Frankly, 3.6MB is nothing but insane for a program that does little more than exit. That's more than 2 floppies! We can add "Rust program that does nothing" to "List of Things That Turbo Pascal is Smaller Than" (https://news.ycombinator.com/item?id=22843140)
I wonder what it is that leads to such inefficiency. It would seem reasonable that a program that does very little, should also not contain much code. Therefore a compiler shouldn't generated much code. Yet somewhere along the way, drenched in multiple layers of abstraction, we've lost common sense?
A program that returns 42 is a 5-byte file in DOS: b8 2a 4c cd 21. (And if they'd been a little more thoughtful on the initial API, it could've been 3 bytes.)
In general I agree, but there may be cases where some bloat is justified (like getting readable callstacks on a crash, which may require at least some amount of debug information). Having said that, 3.5 Mbytes for a "do-nothing" exe is quite crazy though and should have been addressed long ago. I would expect somewhere between 4 and (to be generous) 64 KBytes.
IMHO it's nothing to do with "funding" (look at what comes out of the demoscene, for example); or perhaps you're espousing the same mentality that causes this.
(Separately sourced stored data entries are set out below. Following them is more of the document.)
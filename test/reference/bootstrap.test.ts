import { readFileSync } from 'node:fs';
import { describe, expect, it } from 'vitest';
import { drawBootstrapIndices, iidBootstrapIndices, stationaryBootstrapIndices } from '../../src/resample/bootstrap.js';
import { stationaryBootstrapMeanVariance } from '../../src/resample/bootstrap-variance.js';
import { createDrawStream } from '../../src/resample/streams.js';

// Stationary bootstrap: Politis & Romano (1994), JASA 89(428). iid bootstrap: Efron (1979),
// Annals of Statistics 7(1). Monte Carlo checks use a bound of 5 standard errors (a two-sided
// false-alarm rate of about 6e-7 per check; the seeds are fixed, so results are reproducible),
// and chi-square bin tests use scipy's upper 1e-6 point (fixtures/resample-distributions.json).

const variance = JSON.parse(
  readFileSync(new URL('./fixtures/resample-stationary-bootstrap-variance.json', import.meta.url), 'utf8'),
) as {
  x: number[];
  p: number;
  meanBlockLength: number;
  closedForm: number;
  markovChain: number;
  iidClosedForm: number;
  iidMarkovChain: number;
  sharedVarianceOfMean: number;
};
const distributions = JSON.parse(readFileSync(new URL('./fixtures/resample-distributions.json', import.meta.url), 'utf8')) as {
  chiSquareCritical1e6: Record<string, number>;
};

const Z = 5;

function mean(values: ArrayLike<number>): number {
  let s = 0;
  for (let i = 0; i < values.length; i++) s += values[i];
  return s / values.length;
}

describe('exact variance of the stationary-bootstrap mean (closed form)', () => {
  it('matches the shared reference value and a direct Markov-chain computation to 1e-12', () => {
    // Shared reference/stationary-bootstrap-variance.json: 0.009348069192599813 (also re-derived by
    // scripts/reference/resample_reference.py from the resampling law itself: I_1 uniform, then
    // I_{t+1} = I_t + 1 mod N w.p. 1 − p, uniform w.p. p; Cov* from powers of that transition matrix).
    const got = stationaryBootstrapMeanVariance(variance.x, variance.p);
    expect(variance.sharedVarianceOfMean).toBe(0.009348069192599813);
    expect(Math.abs(got - variance.sharedVarianceOfMean)).toBeLessThan(1e-12);
    expect(Math.abs(got - variance.markovChain)).toBeLessThan(1e-12);
    expect(Math.abs(got / variance.sharedVarianceOfMean - 1)).toBeLessThan(1e-12);
  });

  it('reduces to the iid bootstrap ĉ(0)/N at p = 1 (Efron 1979)', () => {
    const x = variance.x;
    const n = x.length;
    const xbar = mean(x);
    const c0 = x.reduce((s, v) => s + (v - xbar) ** 2, 0) / n;
    const got = stationaryBootstrapMeanVariance(x, 1);
    expect(Math.abs(got - c0 / n)).toBeLessThan(1e-15);
    expect(Math.abs(got - variance.iidMarkovChain)).toBeLessThan(1e-15);
  });
});

/**
 * Exact law of an index sequence (i_1..i_T) under Politis & Romano's definition:
 * P(i_1) = 1/n, P(i_{t+1} | i_t) = (1 − p)·[i_{t+1} = i_t + 1 mod n] + p/n.
 */
function stationarySequenceProbability(sequence: number[], n: number, p: number): number {
  let prob = 1 / n;
  for (let t = 1; t < sequence.length; t++) {
    const continues = sequence[t] === (sequence[t - 1] + 1) % n ? 1 - p : 0;
    prob *= continues + p / n;
  }
  return prob;
}

function allSequences(n: number, length: number): number[][] {
  const out: number[][] = [];
  const total = n ** length;
  for (let code = 0; code < total; code++) {
    const seq: number[] = [];
    let c = code;
    for (let t = 0; t < length; t++) {
      seq.push(c % n);
      c = Math.floor(c / n);
    }
    out.push(seq.reverse());
  }
  return out;
}

function sequenceCode(indices: Int32Array, n: number): number {
  let code = 0;
  for (let t = 0; t < indices.length; t++) code = code * n + indices[t];
  return code;
}

describe('the bootstrap mean is unbiased for the sample mean (Politis & Romano 1994)', () => {
  const data = [0.3, -1.2, 2.5]; // any values: unbiasedness holds for every data set
  const n = 3;
  const length = 4; // longer than the data, so blocks wrap circularly
  const p = 0.4;
  const sequences = allSequences(n, length);

  it('by exact enumeration of the index law: E*[x̄*] = x̄ and the law sums to 1', () => {
    let totalProbability = 0;
    let expectedMean = 0;
    for (const seq of sequences) {
      const prob = stationarySequenceProbability(seq, n, p);
      totalProbability += prob;
      expectedMean += prob * mean(seq.map((i) => data[i]));
    }
    expect(Math.abs(totalProbability - 1)).toBeLessThan(1e-15);
    expect(Math.abs(expectedMean - mean(data))).toBeLessThan(1e-15);
  });

  it('the sampler draws index sequences with exactly that law (chi-square over all 81 sequences)', () => {
    // Checks the geometric-block implementation against the step-by-step definition.
    const draws = 200_000;
    const counts = new Float64Array(sequences.length);
    const out = new Int32Array(length);
    const stream = createDrawStream('enumeration', 0, 'rows');
    for (let b = 0; b < draws; b++) counts[sequenceCode(stationaryBootstrapIndices(stream, n, 1 / p, out), n)]++;
    let statistic = 0;
    for (const seq of sequences) {
      const expected = draws * stationarySequenceProbability(seq, n, p);
      const observed = counts[seq.reduce((c, i) => c * n + i, 0)];
      statistic += (observed - expected) ** 2 / expected;
    }
    // 81 cells → 80 degrees of freedom; scipy chi2.isf(1e-6, 80) = 155.08.
    expect(statistic).toBeLessThan(distributions.chiSquareCritical1e6['80']);
  });

  it('iid sampler: every sequence has probability n^−T (chi-square over 81 sequences)', () => {
    const draws = 200_000;
    const counts = new Float64Array(sequences.length);
    const out = new Int32Array(length);
    const stream = createDrawStream('enumeration-iid', 0, 'rows');
    for (let b = 0; b < draws; b++) counts[sequenceCode(iidBootstrapIndices(stream, n, out), n)]++;
    const expected = draws / sequences.length;
    let statistic = 0;
    for (const c of counts) statistic += (c - expected) ** 2 / expected;
    expect(statistic).toBeLessThan(distributions.chiSquareCritical1e6['80']);
  });

  it('Monte Carlo on the 60-point series: mean of x̄* within 5 exact standard errors of x̄', () => {
    // Per-draw streams (seed, b, 'rows'), as the stress loop uses them.
    const x = Float64Array.from(variance.x);
    const draws = 20_000;
    const indices = new Int32Array(x.length);
    let sum = 0;
    for (let b = 0; b < draws; b++) {
      drawBootstrapIndices('unbiased', b, 'stationary-bootstrap', x.length, variance.meanBlockLength, indices);
      let s = 0;
      for (let t = 0; t < indices.length; t++) s += x[indices[t]];
      sum += s / indices.length;
    }
    const standardError = Math.sqrt(variance.closedForm / draws); // exact Var* known
    expect(Math.abs(sum / draws - mean(x))).toBeLessThan(Z * standardError);
  });
});

describe("the sampler's Monte Carlo variance agrees with the closed form", () => {
  function bootstrapMeans(scheme: 'iid-bootstrap' | 'stationary-bootstrap', seed: string, draws: number): Float64Array {
    const x = Float64Array.from(variance.x);
    const indices = new Int32Array(x.length);
    const means = new Float64Array(draws);
    for (let b = 0; b < draws; b++) {
      drawBootstrapIndices(seed, b, scheme, x.length, variance.meanBlockLength, indices);
      let s = 0;
      for (let t = 0; t < indices.length; t++) s += x[indices[t]];
      means[b] = s / indices.length;
    }
    return means;
  }

  /** Sample variance and its delta-method standard error √((m4 − s⁴)/B). */
  function varianceWithError(values: Float64Array): { variance: number; standardError: number } {
    const m = mean(values);
    let m2 = 0;
    let m4 = 0;
    for (const v of values) {
      const d = (v - m) ** 2;
      m2 += d;
      m4 += d * d;
    }
    const count = values.length;
    m2 /= count;
    m4 /= count;
    return { variance: (m2 * count) / (count - 1), standardError: Math.sqrt((m4 - m2 * m2) / count) };
  }

  it('stationary bootstrap, p = 0.2: within 5 standard errors of 0.009348069192599813', () => {
    const { variance: v, standardError } = varianceWithError(bootstrapMeans('stationary-bootstrap', 'variance', 20_000));
    expect(Math.abs(v - variance.closedForm)).toBeLessThan(Z * standardError);
    // Dependence matters: the stationary variance is well above the iid one (3.7× here), and the
    // Monte Carlo estimate resolves the difference.
    expect(v - variance.iidClosedForm).toBeGreaterThan(10 * standardError);
  });

  it('iid bootstrap: within 5 standard errors of ĉ(0)/N', () => {
    const { variance: v, standardError } = varianceWithError(bootstrapMeans('iid-bootstrap', 'variance-iid', 20_000));
    expect(Math.abs(v - variance.iidClosedForm)).toBeLessThan(Z * standardError);
  });
});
There isn't a need to "prioritize" anything, because these are really problems caused by doing unnecessary work in the first place: generating code for which the results of its execution will never be needed.
That's a weird rhethorical flourish. If there isn't a need to prioritize work to fix the thing we're complaining about, I guess we can stop complaining about it.
That's what I'm saying: There would've been nothing to fix if they hadn't not cared at all about efficiency from the beginning, because such inefficiency would've never been created.
If your ideal world is one without debug symbols, backtracing, and crash handling, then sure. It's not inefficiency to provide those features by default. If you want to turn them off, you can.
If you want to go even smaller, get strip from binutils >= 2.41 and use `--strip-section-headers`. Using this option gets the basic exit down from 352 bytes to 140 bytes, and a hexdump shows that it is literally just the ELF header, program header(s), and text/data concatenated together - about as minimal as it gets without playing dirty header/code overlap tricks.
Note that the assembly code is suboptimal, since it wastes 4 bytes for each immediate.
The optimal assembly code is this: "mov al, 42; xchg edi, eax; mov al, 60; syscall". Or just "mov al, 60; syscall" if you want to exit with 0 rather 42.